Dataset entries
Segment Open
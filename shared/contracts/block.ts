import { z } from 'zod';
import { idSchema, instantSchema, personSchema } from './common.ts';
import { drawingSchema, polygonSchema } from './geometry.ts';
import { lineSchema } from './text.ts';

/** Open: nobody began. In work: someone drew in it. Done: all who work in it say so. Checked: the lead looked. */
export const blockStateSchema = z.enum(['open', 'in-work', 'done', 'checked']);
export type BlockState = z.infer<typeof blockStateSchema>;

export const blockAssignmentSchema = z.object({
  person: personSchema,
  doneAt: instantSchema.nullable(),
  /** Their own samples in the block. */
  samples: z.number().int(),
  submitted: z.number().int(),
  accepted: z.number().int(),
  returned: z.number().int(),
  /** Classes of which they drew the target; null without a target. */
  classesReached: z.number().int().nullable(),
});

export const blockSchema = z.object({
  id: idSchema,
  projectId: idSchema,
  number: z.number().int(),
  name: z.string(),
  geometry: polygonSchema,
  areaHa: z.number(),
  targetPerClass: z.number().int().nullable(),
  state: blockStateSchema,
  assignments: z.array(blockAssignmentSchema),
  /** Samples of everybody whose centre lies in the block. */
  sampleCount: z.number().int(),
  /** Two people label it independently and are not both done: each sees their own samples only. */
  isIndependent: z.boolean(),
  version: z.number().int(),
  abilities: z.object({ finish: z.boolean(), reopen: z.boolean(), check: z.boolean() }),
});
export type Block = z.infer<typeof blockSchema>;
export const blockListSchema = z.object({
  blocks: z.array(blockSchema),
  nClasses: z.number().int(),
  abilities: z.object({ manage: z.boolean() }),
});
export type BlockList = z.infer<typeof blockListSchema>;

const targetSchema = z.number().int().min(1).max(1_000).nullable();
export const MIN_BLOCK_METERS = 100;
export const MAX_BLOCKS = 400;
export const cutBlocksSchema = z
  .object({
    sizeMeters: z.number().min(MIN_BLOCK_METERS, `A block is at least ${MIN_BLOCK_METERS} m wide.`).max(500_000),
    targetPerClass: targetSchema.default(null),
    /** Removes the blocks there are, with their assignments; samples stay. */
    replace: z.boolean().default(false),
  })
  .strict();
export type CutBlocks = z.input<typeof cutBlocksSchema>;
export const drawBlockSchema = z
  .object({
    name: lineSchema(40).min(1, 'Give the block a name.'),
    geometry: drawingSchema,
    targetPerClass: targetSchema.default(null),
  })
  .strict();
export type DrawBlock = z.input<typeof drawBlockSchema>;
export const updateBlockSchema = z
  .object({
    version: z.number().int(),
    name: lineSchema(40).min(1, 'Give the block a name.').optional(),
    targetPerClass: targetSchema.optional(),
  })
  .strict();
export type UpdateBlock = z.infer<typeof updateBlockSchema>;
/** Gives blocks to nobody, to one labeller, or to two who label independently of each other. */
export const assignBlocksSchema = z
  .object({
    blockIds: z.array(idSchema).min(1, 'Choose at least one block.').max(MAX_BLOCKS),
    userIds: z.array(idSchema).max(2, 'A block has one labeller, or two.'),
    targetPerClass: targetSchema.optional(),
  })
  .strict();
export type AssignBlocks = z.infer<typeof assignBlocksSchema>;
export const moveBlockSchema = z.object({ to: z.enum(['done', 'in-work', 'checked', 'unchecked']) }).strict();
export type BlockMove = z.infer<typeof moveBlockSchema>['to'];

/** Samples of the two that share pixels and differ in class. */
export const blockDisagreementSchema = z.object({
  firstSampleId: idSchema,
  secondSampleId: idSchema,
  pixels: z.number().int(),
});
export const blockAgreementSchema = z.object({
  people: z.array(personSchema).length(2),
  /** Pixels that samples of both cover, each counted once for each of the two. */
  pixelsOfBoth: z.number().int(),
  pixelsOfFirstOnly: z.number().int(),
  pixelsOfSecondOnly: z.number().int(),
  agreeing: z.number().int(),
  rawAgreement: z.number().nullable(),
  cohenKappa: z.number().nullable(),
  fleissKappa: z.number().nullable(),
  /** Pixels by class of the first (rows) and of the second (columns), in the order of `classIds`. */
  classIds: z.array(idSchema),
  matrix: z.array(z.array(z.number().int())),
  disagreements: z.array(blockDisagreementSchema),
});
export type BlockAgreement = z.infer<typeof blockAgreementSchema>;
/** Keeps one of two samples that differ; the other leaves the map, and its history can bring it back. */
export const settleBlockSchema = z
  .object({
    keep: z.object({ id: idSchema, version: z.number().int() }).strict(),
    drop: z.object({ id: idSchema, version: z.number().int() }).strict(),
  })
  .strict();
export type SettleBlock = z.infer<typeof settleBlockSchema>;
Segment Closed
## Instructions to follow
Each line in the entries above that includes the string "array" should be extracted.

## Your solution
  assignments: z.array(blockAssignmentSchema),
  blocks: z.array(blockSchema),
    blockIds: z.array(idSchema).min(1, 'Choose at least one block.').max(MAX_BLOCKS),
    userIds: z.array(idSchema).max(2, 'A block has one labeller, or two.'),
  people: z.array(personSchema).length(2),
  classIds: z.array(idSchema),
  matrix: z.array(z.array(z.number().int())),
  disagreements: z.array(blockDisagreementSchema),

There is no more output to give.